大きなカケラはそのまま本体にくっつけますが、細かく割れた部分は、そのカケラ同士を先にくっつけておくといいです。

接着面、両方にボンドを塗ります。あまり塗りすぎるとはみ出して固まったときに盛り上がってしまうので、塗りすぎに注意します。

接着します。しっかりと抑えて外れなくなるまで置きます。

完全にボンドが乾ききる前に接着箇所のボンドの上に金箔を乗せて貼っていきます。

接着面のボンドを触ってみて、セロテープの接着面のような感じでペタペタっと感じる程度が目安。金箔は手などにくっつきやすいので、爪楊枝を使うと便利です。

接着面が乾いたら絹の布で軽くなでながら拭き取ります。あまりゴシゴシすると接着面につけた金箔がとれてしまうので、さすりながら磨く感じがオススメです。

細かく割れた部分はパーツをまとめてから、本体につけると作業がしやすいです。

完成

ヒビ割れ編

こちらは洗っているときにコツンと当たってビリっとヒビが入ってしまったお皿。母からもらったお気に入りだっだだけにこれもまたショックでした。

接着剤の作り方、金箔の貼り方は割れた器編と同様。ヒビを中心にヒビの上からでラインを作りながら接着剤を塗ります。裏、表両方します。

完成

欠けたところ編

欠けてしまったり、継いで穴が空いているところには接着剤を埋め込むようにして、お皿の欠けの部分を再生します。

固まりかけたら金箔を貼って軽く磨き、完全に固まる前に硬いもので抑えるなどして滑らかに整えるときれいに仕上がります。

写真は、つまようじを綿棒のようにコロコロ転がして面を整えています。

注意点

接着剤がついているところには金箔が張り付いてしまいます。固まる前に継ぎ目を触って形が崩れたり、接着剤が周りについたところにも金箔が張り付いてしまうととれません。くっつけるまでの作業をしたらあまりベタベタ触らないようにするときれいに仕上がります。

「なんちゃって金継ぎ」の器の使用に際して

金のラインが入った美しい器は愛らしく暮らしを映してくれるインテリアに。
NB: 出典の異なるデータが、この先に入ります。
/// Approve a submitted version: four eyes unless the site allows one person (the
/// submitter or last editor is refused with a conflict: 403 stays the answer of roles). The zone's previous
/// baseline becomes superseded, this one is frozen with today's figure settings, and a
/// candidate zone becomes approved. Returns how it was approved.
pub async fn approve_case(
    conn: &mut SqliteConnection,
    case_id: i64,
    actor: &str,
    at: &str,
    comment: &str,
) -> DbResult<ApprovalKind> {
    let case = submitted(conn, case_id, "approved").await?;
    let site = super::site::get_site_in(conn).await?;
    let kind = case.review.approval_by(actor, site.one_person_approval).map_err(DbError::Conflict)?;
    sqlx::query("UPDATE case_versions SET state = 'superseded', updated_at = ?, updated_by = ? WHERE zone_id = ? AND state = 'approved'")
        .bind(at)
        .bind(actor)
        .bind(case.zone_id)
        .execute(&mut *conn)
        .await?;
    mark_approved(conn, case_id, CaseState::Approved, (actor, at), (kind, comment)).await?;
    sqlx::query("UPDATE zones SET status = ?, updated_at = ?, updated_by = ? WHERE id = ? AND status = ?")
        .bind(ZoneStatus::Approved.as_str())
        .bind(at)
        .bind(actor)
        .bind(case.zone_id)
        .bind(ZoneStatus::Candidate.as_str())
        .execute(conn)
        .await?;
    Ok(kind)
}

/// Return a submitted version to its author as an editable draft, with the reason. Anyone
/// who may approve may return (the submitter too: withdrawing is a return).
pub async fn reject_case(
    conn: &mut SqliteConnection,
    case_id: i64,
    actor: &str,
    at: &str,
    comment: &str,
) -> DbResult<()> {
    submitted(conn, case_id, "returned").await?;
    stamp(
        conn,
        "UPDATE case_versions SET state = 'draft', updated_at = ?, updated_by = ?,
                returned_at = ?, returned_by = ?, return_comment = ?
         WHERE id = ?",
        case_id,
        (actor, at),
        comment,
    )
    .await
}

/// Refuse changes to a version that is no longer a draft: approved versions are frozen.
async fn ensure_editable(conn: &mut SqliteConnection, case_id: i64) -> DbResult<CaseHeader> {
    let case = version_in(conn, case_id).await?;
    if case.state != CaseState::Draft {
        return Err(DbError::Conflict(format!(
            "version {} is {} and cannot be changed; save a new scenario version instead",
            case.version, case.state
        )));
    }
    Ok(case.header)
}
そのまま飾ったり、花受けにしたり、ドライフラワーを置いてみたり、お気に入りの雑貨をいれてみたりして使うのがおすすめです。

※ボンドを使って”なんちゃって金継ぎ”をした食器は、安全性が確認されていないため、飲み物や食べ物が直接触れる形では使用しないようにお願いします。
【メーカーHPより】
http://www.bond.co.jp/bond/support/faq/adhesive/#anc-faq9
あくまで食器をインテリアとして使用する場合に限りお願いします。

コツ・ポイント

この「なんちゃって金継ぎ」の師匠、実は父。母が大切に使っている器を父が継いでいて、物を大切にする気持ちと共に、伝授してもらいました。

それからは割れた器は私も「なんちゃって金継ぎ」で修復しています。

なかなか最初ははみ出しが大きかったり不恰好になることもありましたが、それはそれで愛嬌があり愛着が湧きます。慣れてきて、きれいに継げるようになるとそれはそれでとても感動します!

割れずに使えるのが一番ですが、もし、愛着がある器が割れてしまったら、ぜひ試してみてください。